Erique F.
Yelp
My family and I found this little gem in New Braunfels, TX. It has great potential, but the kitchen needs some work.
Ambiance: The ambiance was quite nice. The building and general area have history. The huge fireplaces and taxidermied animals adorning the walls make it feel like you are in an upscale hunting lodge. We went during the cold season, around Christmas time. When you check in, you are taken down long halls and through various seating areas. The halls were quite drafty, as the raging fireplaces wrestle with wide open doors in an attempt to regulate the temperature. Oddly enough, it adds to the rustic charm. The seating area itself was comfortable and not drafty at all.

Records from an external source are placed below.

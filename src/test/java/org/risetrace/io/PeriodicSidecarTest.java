package org.risetrace.io;

import org.junit.jupiter.api.Test;
import org.junit.jupiter.api.io.TempDir;
import org.risetrace.frame.InputRejected;

import java.io.IOException;
import java.nio.file.Files;
import java.nio.file.Path;

import static org.junit.jupiter.api.Assertions.assertEquals;
import static org.junit.jupiter.api.Assertions.assertFalse;
import static org.junit.jupiter.api.Assertions.assertThrows;
import static org.junit.jupiter.api.Assertions.assertTrue;

/** The periodic-injection fields of series.json (README, "Lock-in analysis"): read, and refused naming the field. */
class PeriodicSidecarTest {
    @TempDir
    Path dir;

    private Sidecar load(String injection) throws IOException {
        Path f = dir.resolve("series.json");
        Files.writeString(f, "{\"injection\": " + injection + "}");
        return Sidecars.load(f);
    }

    @Test
    void periodAndOnTimeAreReadAndMakeTheInjectionPeriodic() throws IOException {
        Sidecar s = load("{\"start_s\": 2.0, \"period_s\": 8.0, \"on_s\": 3.0}");
        assertTrue(s.injection().periodic());
        assertEquals(8.0, s.injection().periodS());
        assertEquals(3.0, s.injection().onS());
        assertFalse(load("{\"start_s\": 2.0}").injection().periodic());
    }

    @Test
    void switchingTimesMakeTheInjectionPeriodicAndMustRise() throws IOException {
        assertTrue(load("{\"switch_s\": [2, 6, 10, 14]}").injection().periodic());
        InputRejected e = assertThrows(InputRejected.class, () -> load("{\"switch_s\": [2, 6, 5, 14]}"));
        assertTrue(e.getMessage().contains("injection.switch_s"), e.getMessage());
        e = assertThrows(InputRejected.class, () -> load("{\"switch_s\": [2, 6]}"));
        assertTrue(e.getMessage().contains("two on/off pairs"), e.getMessage());
        e = assertThrows(InputRejected.class, () -> load("{\"period_s\": 8, \"switch_s\": [2, 6, 10, 14]}"));
        assertTrue(e.getMessage().contains("not both"), e.getMessage());
    }

    @Test
    void badPeriodicFieldsAreRefusedNamingTheField() {
        InputRejected e = assertThrows(InputRejected.class, () -> load("{\"period_s\": -1}"));
        assertTrue(e.getMessage().contains("injection.period_s"), e.getMessage());
        e = assertThrows(InputRejected.class, () -> load("{\"on_s\": 2}"));
        assertTrue(e.getMessage().contains("injection.on_s"), e.getMessage());
        e = assertThrows(InputRejected.class, () -> load("{\"period_s\": 4, \"on_s\": 4}"));
        assertTrue(e.getMessage().contains("injection.on_s"), e.getMessage());
    }
}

The waitress was very nice and helpful, albeit a little frumpy in appearance, looking more like a waitress you would encounter in a roadside diner than a restaurant that was attempting to offer an elevated dining experience.
For my order, I wanted something light. I ordered their, "award winning" tortilla soup. The waitress suggested a side of garlic bread. I'm glad she did. The garlic bread was absolutely delicious and quite possibly the best garlic bread I've ever eaten. The menu didn't state what award(s) the soup won, but if it was the same soup I was served, then I can only imagine it won an award for being the most bland soup in Texas, and/ or possibly the most confused soup. Mind you, I am scrutinizing the food with a chef's eye. Firstly, the soup had absolutely no seasoning whatsoever. On top of the soup were big, clunky, bland chunks of avocado, tortilla strips stuck in where they could fit them; the presentation was a mess. This soup could be award winning if they just change a few things. Flavorless raw avocado does nothing for a flavorless soup. If they season the soup properly, and rather than throwing chunky slices of avocado on top, make a guacamole purée out of it. A dollop of the purée next to a dollop of crème fraiche with tortilla strips placed with a bit of finesse and some seasoning in the soup itself would transform that soup. Then it might actually win some awards.
My adult children ordered steaks. One medium, one medium rare. Medium was cooked fine, but the medium rare is something that average restaurants very rarely cook properly; the better establishments know how to properly cook their proteins. This is not a better establishment. The waitress offered to take it back and get a new one cooked. Having worked in the culinary world for as long as I have and seen the things I've seen, me and my family have a rule that we never send food back. The steak was at least not dry, but did not have the flavor or texture you get with a proper mid-rare cook.
Then there were the "original round cut fries." These are thin-ish slices of potato. They were all different sizes and thicknesses. This of course meant that they all had different cook times. As a result, smaller thinner pieces were burnt to a crisp and the thicker ones were soft and had as much flavor as chewing on a piece of styrofoam. What does this place have against seasoning? If they coated these in a light, seasoned batter and cut them uniformly then they would have a good product. As they are, they simply taste like they don't care.
My son said that the mashed potatoes were good.
My wife ordered a cheeseburger with the same, unsatisfying round fries. There was nothing good or bad to say about the burger; it was your basic cheeseburger.
Beer is all bottled; nothing on draft.
Pricing isn't bad. If they can improve on the quality of the food they could really be great.